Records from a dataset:

=======

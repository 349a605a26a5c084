/**
 * Mitigation options that change a setting of the device clearing the arc (docs/ARCHITECTURE.md, Mitigation): a lower
 * instantaneous pickup, a shorter short-time (definite-time) delay, and a maintenance switch (an alternate
 * instantaneous setting the work procedure turns on while working at the bus). Each generator searches the device's
 * own adjustable range with the study engine (`ctx.evaluate`): it proposes the setting that brings the bus to or under
 * the target with the least loss of selectivity — the highest pickup, the longest delay that still reaches it — or,
 * when none does, the one that comes closest. Nothing here computes an energy.
 *
 * The range searched:
 * - relay: instantaneous and definite-time are adjustable continuously (primary amperes, seconds). Pickups are read
 *   in steps of 0.01 A secondary through the CT ratio, or to three significant figures of primary amperes without
 *   one (common practice, from memory: digital relays set to 0.01 A); the instantaneous is never set below the
 *   inverse-time pickup, the definite-time delay not below 0.05 s (both common practice, no source). The candidates
 *   are the pickups at which the element just picks up at the currents the relay sees at this bus (each current ÷
 *   (1 + tolerance), rounded down to a step) and a geometric grid between the bounds.
 * - electronic trip unit: the positions of its library trip-unit type where the placed device was taken from the
 *   library with switch positions and that type is known (the caller's `tripTypeOf`, else the generic starter set by
 *   name) and still gives the device's numbers; otherwise the usual ranges (common practice, from memory, as the
 *   generic starter set: instantaneous 1.5–15 × In in steps of 0.5 × In; short-time pickup 1.5–10 × Ir at the
 *   generic positions, delay 0.1–0.5 s in steps of 0.1 s).
 * - thermal-magnetic breaker: only an adjustable instantaneous entered as its whole range (the generic library's
 *   "LO–HI"); its positions are taken as whole multiples across that range, each with ± 25 % tolerance (the upper
 *   end of the usual ± 20–25 %, from memory: the higher hazard).
 * - fuse, digitized band: no setting.
 *
 * The search assumes the bus energy does not rise when a pickup or a delay is lowered (a device that opens sooner
 * cuts its current sooner), and halves the candidate list (binary search) instead of evaluating every candidate: the
 * candidate proposed is always one the engine evaluated.
 */
import type {
  Device,
  ElectronicDevice,
  ElectronicTripType,
  RelayDevice,
  ThermalMagneticDevice,
} from '../../../shared/schemas/device';
import type { ModelPatchOp } from '../../../shared/schemas/mitigation';
import type { Model, PlacedDevice } from '../../../shared/schemas/model';
import type { ArcCaseTrace, BusResult } from '../../../shared/schemas/studyResults';
import { formatSig } from '../../../shared/numberFormat';
import { genericElectronicTripType, genericLibrary, ELECTRONIC_SENSORS_A } from '../trip/genericLibrary';
import { resolveElectronicSettings } from '../trip/resolveElectronicSettings';
import { DEFAULT_INSTANTANEOUS_TOLERANCE_PCT, relaySettings } from '../trip/relay';
import type { OptionGenerator, OptionProposal, SearchContext } from './search';
import { directlyBelow, formatAmperes } from './selectivity';

/** Maintenance pickup: this multiple of the largest downstream instantaneous pickup (common practice, no source; 1.5–2 ×). */
export const MAINTENANCE_PICKUP_MULTIPLE = 1.5;
/** Lowest definite-time delay searched for a relay, s (common practice, no source). */
const RELAY_MIN_DELAY_S = 0.05;
/** Step of a relay's definite-time delay, s (common practice, from memory). */
const RELAY_DELAY_STEP_S = 0.05;
/** Resolution of a relay pickup in secondary amperes (common practice, from memory). */
const RELAY_SECONDARY_STEP_A = 0.01;
/** Points of the geometric grid between a relay element's bounds. */
const RELAY_GRID_POINTS = 16;
/** Without library positions: electronic instantaneous 1.5–15 × In in 0.5 × In steps (common practice, from memory). */
const ELECTRONIC_INST_RANGE = { low: 1.5, high: 15, step: 0.5 };
/** Without library positions: the generic unit's short-time positions (genericLibrary.ts). */
const ELECTRONIC_ST_PICKUPS = [1.5, 2, 3, 4, 5, 6, 8, 10];
const ELECTRONIC_ST_DELAYS = [0.1, 0.2, 0.3, 0.4, 0.5];
/** Tolerance of a thermal-magnetic instantaneous set within its range, ± percent (upper end of 20–25 %, from memory). */
const TM_SET_TOLERANCE_PCT = 25;
/** The generic library's marker of an adjustable thermal-magnetic instantaneous entered as its whole range. */
const TM_WHOLE_RANGE = 'LO–HI';

const fmt = (v: number, digits = 3) => formatSig(v, digits);
const amps = (a: number) => formatAmperes(a, 4);
const secs = (s: number) => `${fmt(s)} s`;
const cal = (e: number) => `${fmt(e)} cal/cm²`;
const nameOf = (p: PlacedDevice) => p.name ?? p.id;
const busNameOf = (model: Model, busId: string) => model.buses.find((b) => b.id === busId)?.name ?? busId;

// ---------------------------------------------------------------------------------------------
// The device to change

interface Target {
  placed: PlacedDevice;
  /** How it was chosen (a note when the arc is not ended by one device). */
  why: string | null;
}
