const machineItem = (
  id: string,
  kind: 'utility' | 'generator' | 'motor',
  busId: string | undefined,
  dashed: boolean,
  problem: boolean,
): Item => {
  if (kind === 'utility') {
    return {
      id,
      kind,
      w: 28,
      h: 28,
      label: [id, 'utility'],
      busId,
      dashed,
      problem,
      draw: (cx, top, tone, d) => [
        { t: 'rect', x: cx - 14, y: top, w: 28, h: 28, tone, fill: 'surface', dashed: d },
        { t: 'line', pts: [cx - 14, top + 14, cx, top], tone, width: 1 },
        { t: 'line', pts: [cx - 14, top + 28, cx + 14, top], tone, width: 1 },
        { t: 'line', pts: [cx, top + 28, cx + 14, top + 14], tone, width: 1 },
      ],
    };
  }
  const letter = kind === 'generator' ? 'G' : 'M';
  return {
    id,
    kind,
    w: 26,
    h: 26,
    label: [id],
    busId,
    dashed,
    problem,
    draw: (cx, top, tone, d) => [
      { t: 'circle', cx, cy: top + 13, r: 13, tone, fill: 'surface', dashed: d },
      { t: 'text', x: cx, y: top + 17, text: letter, size: 11, anchor: 'middle', tone, bold: true },
    ],
  };
};

const labelWidth = (lines: string[]) => Math.max(0, ...lines.map((l) => textWidth(l, FONT)));
const itemsWidth = (items: Item[]) =>
  Math.max(AX * 2, ...items.map((i) => LABEL_X + (i.w > 20 ? (i.w - 20) / 2 : 0) + labelWidth(i.label) + 6));
const itemsHeight = (items: Item[]) => items.reduce((s, i) => s + i.h + GAP, 0);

=======

Using the data above, reproduce exactly the lines between those holding "const nameOf = (p: PlacedDevice)" and "cx, top], tone, width: 1", inclusive, and no others.

[ANSWER TO THIS PROBLEM]:
const nameOf = (p: PlacedDevice) => p.name ?? p.id;
const busNameOf = (model: Model, busId: string) => model.buses.find((b) => b.id === busId)?.name ?? busId;

// ---------------------------------------------------------------------------------------------
// The device to change

interface Target {
  placed: PlacedDevice;
  /** How it was chosen (a note when the arc is not ended by one device). */
  why: string | null;
}
const machineItem = (
  id: string,
  kind: 'utility' | 'generator' | 'motor',
  busId: string | undefined,
  dashed: boolean,
  problem: boolean,
): Item => {
  if (kind === 'utility') {
    return {
      id,
      kind,
      w: 28,
      h: 28,
      label: [id, 'utility'],
      busId,
      dashed,
      problem,
      draw: (cx, top, tone, d) => [
        { t: 'rect', x: cx - 14, y: top, w: 28, h: 28, tone, fill: 'surface', dashed: d },
        { t: 'line', pts: [cx - 14, top + 14, cx, top], tone, width: 1 },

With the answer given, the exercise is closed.